Les conséquences de l'alcoolisation chronique


Physiologiquement, l'alcool a une action dépressive et anesthésique ; dans une stade d'intoxication avancée, les effets sont similaires à ceux provoqués par une lobotomie frontale.

(La lobotomie est une opération chirurgicale du cerveau qui consiste en une section ou une altération de la substance blanche d’un lobe cérébral


Elle est désormais interdite dans de nombreux pays et n'est plus considérée comme une bonne pratique dans la médecine actuelle).











Les effets psychotropes


L'alcool est un produit dont les effets varient en fonction de la quantité absorbée et de son mode de consommation.

 Prise aiguë : C'est l'excès d'alcool. La prise excessive d'alcool a des répercussions immédiates tant sur le plan psychique que physique.

Prise chronique : C'est le fait de ne pas pouvoir se passer d'alcool au quotidien ce qui signe la dépendance physique et psychique.


En prise aiguë pour de faibles doses, l'alcool a d'abord un effet euphorisant et désinhibiteur avec une phase d'excitation psychomotrice accompagnée parfois de comportements agressifs.

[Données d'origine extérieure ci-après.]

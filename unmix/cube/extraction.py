"""Endmembers from a (time, band, y, x) stack: draw valid pixel-dates, then extract from them.

Cube-layer work on lazy arrays: only the drawn points of a dask-backed stack are loaded
(``vindex``), and the extraction itself runs the kernels of :mod:`unmix.extraction` on that sample.
No paths are opened, nothing is printed.
"""

from __future__ import annotations

from typing import Any, NamedTuple

import numpy as np

from ..errors import InputError, ShapeError
from ..extraction import ExtractionMethod, extract

__all__ = ["StackSample", "sample_stack", "StackExtraction", "extract_from_stack"]


class StackExtraction(NamedTuple):
    """Endmembers taken from a (time, band, y, x) stack, with where each came from."""

    spectra: np.ndarray  # (count, n_bands)
    time_index: np.ndarray  # (count,) int64
    y: np.ndarray  # (count,) int64 row
    x: np.ndarray  # (count,) int64 column
    dates: np.ndarray | None  # (count,) the ``dates`` entries of time_index, or None
    n_sampled: int  # valid pixel-dates the endmembers were chosen from


def _take_points(values: Any, t: np.ndarray, yy: np.ndarray, xx: np.ndarray) -> np.ndarray:
    """``values[t, :, y, x]`` as a (n, band) numpy array; a dask array loads only those points."""
    if hasattr(values, "vindex"):
        out = values.vindex[t, :, yy, xx]
        return np.asarray(out.compute() if hasattr(out, "compute") else out)
    return np.asarray(values[t, :, yy, xx])


class StackSample(NamedTuple):
    """Valid pixel-dates drawn from a (time, band, y, x) stack."""

    pixels: np.ndarray  # (n, n_bands), in the stack's dtype
    time_index: np.ndarray  # (n,) int64
    y: np.ndarray  # (n,) int64
    x: np.ndarray  # (n,) int64


def sample_stack(values: Any, *, sample_size: int | None = 1_000_000, seed: int = 0) -> StackSample:
    """Draw valid pixel-dates at random from a (time, band, y, x) stack, loading only those.

    Positions (date, row, column) are drawn uniformly without replacement over the whole stack with
    ``seed``; when ``values`` is a dask array only those points are read. Pixel-dates with NaN in any
    band are dropped and, if that leaves the sample short, more are drawn (up to 8 rounds) until it
    holds ``sample_size`` valid pixel-dates or the stack is used up.

    Parameters
    ----------
    values : (n_time, n_bands, ny, nx) ndarray or dask array
        Reflectance [0..1]; NaN is no data.
    sample_size : int or None
        Number of valid pixel-dates wanted (default 1 000 000); None takes every valid one.
    seed : int
        Seed of the draw.

    Returns
    -------
    StackSample
        ``pixels`` (n, n_bands) and their ``time_index``, ``y``, ``x``, ordered as in the stack.

    Examples
    --------
    >>> cube = np.ones((2, 3, 4, 5), dtype=np.float32)
    >>> cube[0, 1, 0, 0] = np.nan
    >>> s = sample_stack(cube, sample_size=None)
    >>> s.pixels.shape, s.pixels.dtype
    ((39, 3), dtype('float32'))
    """
    shape = tuple(getattr(values, "shape", ()))
    if len(shape) != 4:
        raise ShapeError(f"stack values must be (time, band, y, x), got shape {shape}")
    n_time, _n_bands, ny, nx = shape
    rng = np.random.default_rng(seed)
    total = n_time * ny * nx
    if total == 0:
        raise InputError("the stack is empty (no date, row or column)")
    if sample_size is not None and int(sample_size) < 1:
        raise InputError(f"sample_size={sample_size} must be a positive number of pixel-dates")
    target = total if sample_size is None else min(int(sample_size), total)

    taken = np.zeros(0, dtype=np.int64)
    flat_parts: list[np.ndarray] = []
    pixel_parts: list[np.ndarray] = []
    n_valid = 0
    for _round in range(8):
        need = target - n_valid
        remaining = total - taken.size
        if need <= 0 or remaining <= 0:
            break
        if target >= total or remaining <= 2 * need:
            draw = np.setdiff1d(np.arange(total, dtype=np.int64), taken, assume_unique=True)
        else:
            # draw more than needed so NaN pixel-dates do not leave the sample short
            frac_valid = max(n_valid / taken.size, 0.05) if taken.size else 1.0
            k = min(remaining, int(np.ceil(need / frac_valid * 1.1)) + 16)
            draw = rng.choice(total, size=min(total, k + taken.size), replace=False)
            draw = draw[~np.isin(draw, taken)][:k]
        draw = np.sort(draw)
        taken = np.union1d(taken, draw)
        t, yy, xx = np.unravel_index(draw, (n_time, ny, nx))
        pix = _take_points(values, t, yy, xx)
        ok = np.isfinite(pix).all(axis=1)
        draw, pix = draw[ok], pix[ok]
        if draw.size > need:
            keep = np.sort(rng.choice(draw.size, size=need, replace=False))
            draw, pix = draw[keep], pix[keep]
        flat_parts.append(draw)
        pixel_parts.append(pix)
        n_valid += draw.size
    if n_valid == 0:
        raise InputError("every pixel-date of the stack has NaN in some band; check the no-data mask")
    flat = np.concatenate(flat_parts)
    pixels = np.concatenate(pixel_parts, axis=0)
    order = np.argsort(flat, kind="stable")
    flat, pixels = flat[order], pixels[order]
    t, yy, xx = np.unravel_index(flat, (n_time, ny, nx))
    return StackSample(pixels, t.astype(np.int64), yy.astype(np.int64), xx.astype(np.int64))


def extract_from_stack(
    values: Any,
    count: int,
    *,
    method: ExtractionMethod | str = ExtractionMethod.VCA,
    seed: int = 0,
    sample_size: int | None = 1_000_000,
    dates: Any = None,
    **options: Any,
) -> StackExtraction:
    """One set of endmembers for every date of a (time, band, y, x) stack.

    Valid pixel-dates are drawn at random over all dates, rows and columns with
    :func:`sample_stack` (only those are loaded from a dask array), and the endmembers are extracted
    from that sample with :func:`extract`, so the same spectra serve every date.

    Parameters
    ----------
    values : (n_time, n_bands, ny, nx) ndarray or dask array
        Reflectance [0..1]; NaN is no data.
    count : int
        Number of endmembers.
    method : {"vca", "nfindr", "atgp", "ppi"}
        Extraction method.
    seed : int
        Seed of the sample and of the method.
    sample_size : int or None
        Number of valid pixel-dates to extract from (default 1 000 000); None takes all.
    dates : (n_time,) array-like, optional
        Labels of the time axis, reported for each endmember.
    **options
        Passed on to the method.

    Returns
    -------
    StackExtraction
        ``spectra`` (count, n_bands) and, per endmember, ``time_index``, ``y``, ``x`` (and
        ``dates``) of the pixel-date it was taken from, and ``n_sampled``.

    References
    ----------
    See :func:`extract`.

    Examples
    --------
    >>> rng = np.random.default_rng(0)
    >>> em = rng.uniform(0.05, 0.6, (3, 6))
    >>> cube = np.einsum("tyxk,kb->tbyx", rng.dirichlet(np.ones(3), (2, 8, 8)), em)
    >>> cube[1, :, 0, :3] = em.T
    >>> r = extract_from_stack(cube, 3, method="atgp", dates=["2020-01-01", "2020-02-01"])
    >>> sorted(r.x.tolist()), set(r.dates.tolist())
    ([0, 1, 2], {'2020-02-01'})
    """
    shape = tuple(getattr(values, "shape", ()))
    if len(shape) == 4 and dates is not None:
        dates = np.asarray(dates)
        if dates.shape != (shape[0],):
            raise ShapeError(f"dates has shape {dates.shape}; the stack has {shape[0]} dates")
    smp = sample_stack(values, sample_size=sample_size, seed=seed)
    spectra, idx = extract(smp.pixels, count, method=method, seed=seed, sample=None, **options)
    t = smp.time_index[idx]
    return StackExtraction(
        spectra=spectra,
        time_index=t,
        y=smp.y[idx],
        x=smp.x[idx],
        dates=None if dates is None else dates[t],
        n_sampled=int(smp.pixels.shape[0]),
    )


# --------------------------------------------------------------------------------------------
# matching to a library
# --------------------------------------------------------------------------------------------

Lorsque les doses augmentent, apparait une phase d'incoordination et d'instabilité psychomotrice pour conduire. A forte dose, il provoque l'endormissement de l'individu, voir le coma (coma éthylique).

La prise chronique d'alcool entraines des dommages organiques tels que les maladies du foie, du système nerveux, du pancréas, des cancers... Et des dommages psychiques (anxiété, dépression...) et socio - familiaux : l'individu peut se montrer agressif, violent, peut perdre toute motivation, se retrouver au chômage...



Les effets et l'action de l'ethanol sur le système nerveux central 


L'alcool agit sur toutes les cellules du cerveau (les neurones) en altérant leurs membranes par dissolution des graisses qui les constituent  (phospholipides). Leur fonctionnement s'en trouve donc modifié.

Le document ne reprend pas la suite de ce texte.